An adaptation of Aldous Huxley's prescient 1932 novel, the drama is primarily set in New London, a pain-free world where monogamy, privacy, and money have been outlawed, and everyone takes a drug called Soma to keep them happy. The entire social structure is ordered by an advanced artificial intelligence system. Meanwhile, across the sea, there's the Savage Lands — i.e. what remains of the United States — which has been transformed into a theme park for New Londoners to visit and gawk at old world values like marriage and greed. There, we find Moore's Linda, a New London expat, and her son John (Ehrenreich), who live in squalor and are outcasts in the Savage Lands.

"The character is the bridge between the two [worlds]," says Moore, who connected to Linda's "desperation to bring her son what appeared to be a better life, which I think at the core is what every mother wants."

BRAVE NEW WORLD
Steve Schofield/Peacock (2)

John and Linda's lives are thrown into a chaos when they cross paths with Bernard Marx (Game of Thrones' Harry Lloyd) and Lenina Crowe (Downton Abbey's Jessica Brown Findlay), two New Londoners who are on holiday in the Savage Lands when a violent rebellion breaks out. Eventually, John accompanies the pair back to the new world, where he stands out because he's used to feeling the full range of emotions unlike everyone else there.
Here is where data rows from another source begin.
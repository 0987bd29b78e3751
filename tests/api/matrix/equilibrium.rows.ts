/** Route matrix rows for the equilibrium handlers. */
import type { Handler, Row } from "./types";
import { allowAll } from "./types";
import * as sources from "@/app/api/v1/equilibrium/sources/route";

// Reverse shift over the reference library's species: every approved family that covers them
// replaces the (empty) entries, so the body names only the keys.
const body = {
  reaction: "H2(g) + CO2(g) -> CO(g) + H2O(g)",
  species: { "H2(g)": {}, "CO2(g)": {}, "CO(g)": {}, "H2O(g)": {} },
  temperatures: { listK: [900] },
};

export const ROWS: Row[] = [
  { name: "equilibrium sources", file: "equilibrium/sources", method: "POST", handler: sources.POST as Handler, prepare: async () => ({ body }), expect: allowAll(200) },
];
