import type { Who } from "../../helpers/actors";

export type Handler = (request: Request, context: { params: Promise<Record<string, string>> }) => Promise<Response>;
/** Expected status for each caller; `other` is a member (admin) of another team. */
export type Expect = Record<Exclude<Who, "steward2">, number>;

/** One route handler × method, with what each caller must get. */
export type Row = {
  name: string;
  /** Path under app/api/v1, as the folder is named: `team/members/[id]`. */
  file: string;
  method: "GET" | "POST" | "PUT" | "PATCH" | "DELETE";
  handler: Handler;
  /** A query string for the request URL, without the `?`: `deep=1`. */
  query?: string;
  /** Fresh params and body for each call, since some calls consume records. Runs before signing in. */
  prepare?: () => Promise<{ params?: Record<string, string>; body?: unknown; headers?: Record<string, string> }>;
  expect: Expect;
  /**
   * The author of the record as a caller of their own: the record is prepared as `who`'s work
   * and `who` calls. Four-eyes routes expect a refusal here even where the role may act.
   */
  author?: { who: Exclude<Who, "anonymous" | "other">; prepare: () => Promise<{ params?: Record<string, string>; body?: unknown }>; expect: number };
  /**
   * Four-eyes beyond authorship: someone who changed or proposed the record (an editor, the
   * proposer, a copier) calls. Each entry prepares the record with `who` as that contributor.
   */
  contributors?: { as: string; who: Exclude<Who, "anonymous" | "other">; prepare: () => Promise<{ params?: Record<string, string>; body?: unknown }>; expect: number }[];
};

export const allowAll = (status: number): Expect => ({ anonymous: 401, engineer: status, steward: status, reviewer: status, admin: status, other: status });
export const adminOnly = (status: number, other = 404): Expect => ({ anonymous: 401, engineer: 403, steward: 403, reviewer: 403, admin: status, other });
export const everyoneGets = (status: number): Expect => ({ anonymous: status, engineer: status, steward: status, reviewer: status, admin: status, other: status });
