def numbers(column, lines, shown, label, allow_blank=False):
    """Convert a column of strings to floats, refusing text, NaN and infinity."""
    import pandas as pd

    stripped = column.fillna("").astype(str).str.strip()
    values = pd.to_numeric(stripped.where(stripped != "", "nan"), errors="coerce").to_numpy(
        dtype=float)
    blank = (stripped == "").to_numpy()
    bad = np.isnan(values) & ~blank
    if bad.any():
        i = int(np.flatnonzero(bad)[0])
        text = stripped.iloc[i]
        if text.lower() in ("nan", "na", "n/a", "null", "none"):
            raise KinfitError(f"{at(shown, lines[i])}: {label} is {text!r}; expected a "
                              f"number (leave the cell empty in the wide layout if nothing "
                              f"was measured)")
        raise KinfitError(f"{at(shown, lines[i])}: {label} {text!r} is not a number"
                          + (" (is the header repeated here?)" if text.lower() == label else ""))
    inf = np.isinf(values)
    if inf.any():
        i = int(np.flatnonzero(inf)[0])
        raise KinfitError(f"{at(shown, lines[i])}: {label} {stripped.iloc[i]!r} is not a "
                          f"finite number")
    huge = np.abs(np.where(blank, 0.0, values)) > MAX_MAGNITUDE
    if huge.any():
        i = int(np.flatnonzero(huge)[0])
        raise KinfitError(f"{at(shown, lines[i])}: {label} {values[i]:g} is implausibly large "
                          f"(beyond ±{MAX_MAGNITUDE:g}); is a unit or an exponent wrong?")
    if blank.any() and not allow_blank:
        i = int(np.flatnonzero(blank)[0])
        raise KinfitError(f"{at(shown, lines[i])}: {label} is missing")
    return values, blank


def fast_long(path):
    """The long table read by pandas' numeric parser, or None when anything is unusual.

    Clean files (no blank lines, no quotes, numbers everywhere they belong) are
    read in one pass; anything else goes through the careful reader, which
    finds the exact line of every problem.

    Returns
    -------
    (runs, times, species, values, sigma, lines) or None
        As :func:`careful_long`.
    """
    import pandas as pd

    try:
        text = Path(path).read_bytes().decode("utf-8")
    except UnicodeDecodeError:
        return None
    if "\r" in text or '"' in text or "\n\n" in text.strip("\n") or text.startswith("\ufeff"):
        return None
    header = [c.strip() for c in text.split("\n", 1)[0].split(",")]
    body = text.strip("\n")
    if body.count(",") != (body.count("\n") + 1) * (len(header) - 1):
        return None                   # some row has more or fewer fields than the header
    lower = {c.lower(): c for c in header}
    if len(lower) != len(header) or set(lower) - set(LONG_COLUMNS + LONG_OPTIONAL) \
            or any(c not in lower for c in LONG_COLUMNS):
        return None
    numeric = [c for c in ("time", "value", "sigma") if c in lower]
    try:
        with warnings.catch_warnings():
            warnings.simplefilter("error")
            frame = pd.read_csv(io.StringIO(text),
                                dtype={lower["run"]: str, lower["species"]: str,
                                       **{lower[c]: float for c in numeric}},
                                na_filter=False, skipinitialspace=True, index_col=False)
    except (ValueError, pd.errors.ParserError, pd.errors.ParserWarning):
        return None
    columns = {c: frame[lower[c]].to_numpy(dtype=float) for c in numeric}
    if not len(frame) or not all(np.isfinite(v).all() and np.abs(v).max() <= MAX_MAGNITUDE
                                 for v in columns.values()):
        return None
    sigma = columns.get("sigma")
    if sigma is not None and (sigma <= 0).any():
        return None
    runs = frame[lower["run"]].str.strip().to_numpy()
    species = frame[lower["species"]].str.strip().to_numpy()
    if (runs == "").any() or (species == "").any():
        return None
    return (runs, columns["time"], species, columns["value"], sigma,
            np.arange(2, len(frame) + 2))
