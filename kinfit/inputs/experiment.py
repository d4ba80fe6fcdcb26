"""Experiments: runs, measured traces, initial conditions, units and noise.

An experiment file (TOML) names the units, the runs with their starting
concentrations (and temperatures), the measurement noise and where the data
are. Two data layouts are read (by :mod:`kinfit.inputs.tables`):

* long: one CSV with columns ``run,time,species,value`` (and optionally
  ``sigma``) for all runs (named by ``[data] file``);
* wide: one CSV per run with a ``time`` column and one column per species,
  and optionally ``sigma_X`` columns (named by the run's ``file``); an empty
  cell means "not measured then".
  Wide files are read as instruments write them (see
  :mod:`kinfit.inputs.instrument`: separators, decimal commas, metadata lines, a
  unit in the time header, a ``run`` column for several runs in one file).

Either may be a sheet of an .xlsx workbook, named by ``sheet`` (in ``[data]``,
or on the run). A point's own σ takes precedence over ``[noise]``.

Spectrometer signals (Beer–Lambert channels and full spectra) are declared
in a ``[signals]`` table, read by :mod:`kinfit.inputs.signals`; a run's ``spectrum``
names its matrix of spectra, ``path_length`` its cell and ``start`` the time
before which readings are left out.

Nothing is guessed: a run temperature needs ``[units] temperature`` (a bare
number is refused, never taken as kelvin; runs outside 150–700 K are warned
about), and a starting concentration is a number in ``[units] concentration``
or text with a unit (``"10 mM"``) converted through :mod:`kinfit.core.units`.
Every problem is reported with the file, the line and what was expected.
"""

from __future__ import annotations

import math
import re
import warnings
from dataclasses import dataclass, field
from pathlib import Path
from typing import TYPE_CHECKING

import numpy as np

from kinfit.core.errors import KinfitError, KinfitWarning, where
from kinfit.core.units import Units, parse_units, read_quantity, to_kelvin
from kinfit.inputs.parameters import Parameter, Role
from kinfit.inputs.signals import parse_path_length, parse_signals, read_spectrum
from kinfit.inputs.sources import find_line, load_toml, resolve_file
from kinfit.inputs.tables import Trace, check_own_sigma, read_long, read_wide
from kinfit.inputs.temperature import PLAUSIBLE_KELVIN

if TYPE_CHECKING:
    from kinfit.inputs.signals import SignalSpec, Spectrum

__all__ = ["Run", "Noise", "Experiment", "load_experiment", "initial_name",
           "offset_name", "MIN_POINTS"]

MIN_POINTS = 3

_EXPERIMENT_KEYS = {"name", "description", "units", "data", "noise", "runs", "temperature",
                    "signals"}
_RUN_KEYS = {"name", "temperature", "initial", "file", "time_offset", "path_length", "start",
             "spectrum", "sheet"}


@dataclass(frozen=True)
class Run:
    """One run: starting conditions and the traces measured.

    Attributes
    ----------
    name : str
    traces : tuple of Trace
    initial : dict of str to float
        Known initial concentrations; species not listed start at zero.
    fitted_initial : dict of str to Parameter
        Initial concentrations fitted for this run, keyed by species.
    temperature : float or None
        In kelvin.
    time_offset : Parameter or None
        A fitted shift t0: the model is evaluated at t + t0 (mixing dead
        time), when declared.
    source : str
        The data file.
    path_length : float or None
        Path length of the run's cell in cm, for signals (``None``: the
        ``[signals]`` default).
    start : float or None
        Readings before this time were left out (data clock).
    spectrum : Spectrum or None
        The run's full spectra (time x wavelength), when given.
    """

    name: str
    traces: tuple[Trace, ...]
    initial: dict[str, float]
    fitted_initial: dict[str, Parameter] = field(default_factory=dict)
    temperature: float | None = None
    time_offset: Parameter | None = None
    source: str = ""
    path_length: float | None = None
    start: float | None = None
    spectrum: Spectrum | None = None

    @property
    def n_points(self):
        return sum(len(t.times) for t in self.traces) + (
            self.spectrum.n_points if self.spectrum is not None else 0)

    @property
    def t_max(self):
        ends = [float(t.times[-1]) for t in self.traces]
        if self.spectrum is not None:
            ends.append(float(self.spectrum.times[-1]))
        return max(ends)

    @property
    def species(self):
        return tuple(t.species for t in self.traces)

    def parameters(self):
        """The per-run parameters (fitted initial concentrations, time offset)."""
        out = list(self.fitted_initial.values())
        if self.time_offset is not None:
            out.append(self.time_offset)
        return out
"I had the advantage of the reality that my character knew was much more natural to the life I've actually lived. It's set in a world much like the one I actually am in, in the real world," says the Solo star. "My character doesn't understand really what the new world is like, and so I didn't have to do the heavy-lifting I've experienced on other things where you have to understand in and out the details of this completely new world."

Despite New London's many technological advances, Ehrenreich personally didn't find anything enviable about the society. "What I came to feel in a way that it is human in the sense that people are doing everything they possibly can to avoid feeling pain," he says. "In a way, the New Londoners, to me, grew increasingly sympathetic in that they've just put in a place a lot of ill-advised tools to keep pain and fear and anxiety away. Of course, we all want do that, but there's avoiding it and trying to pretend it's not real and trying to find a way through it."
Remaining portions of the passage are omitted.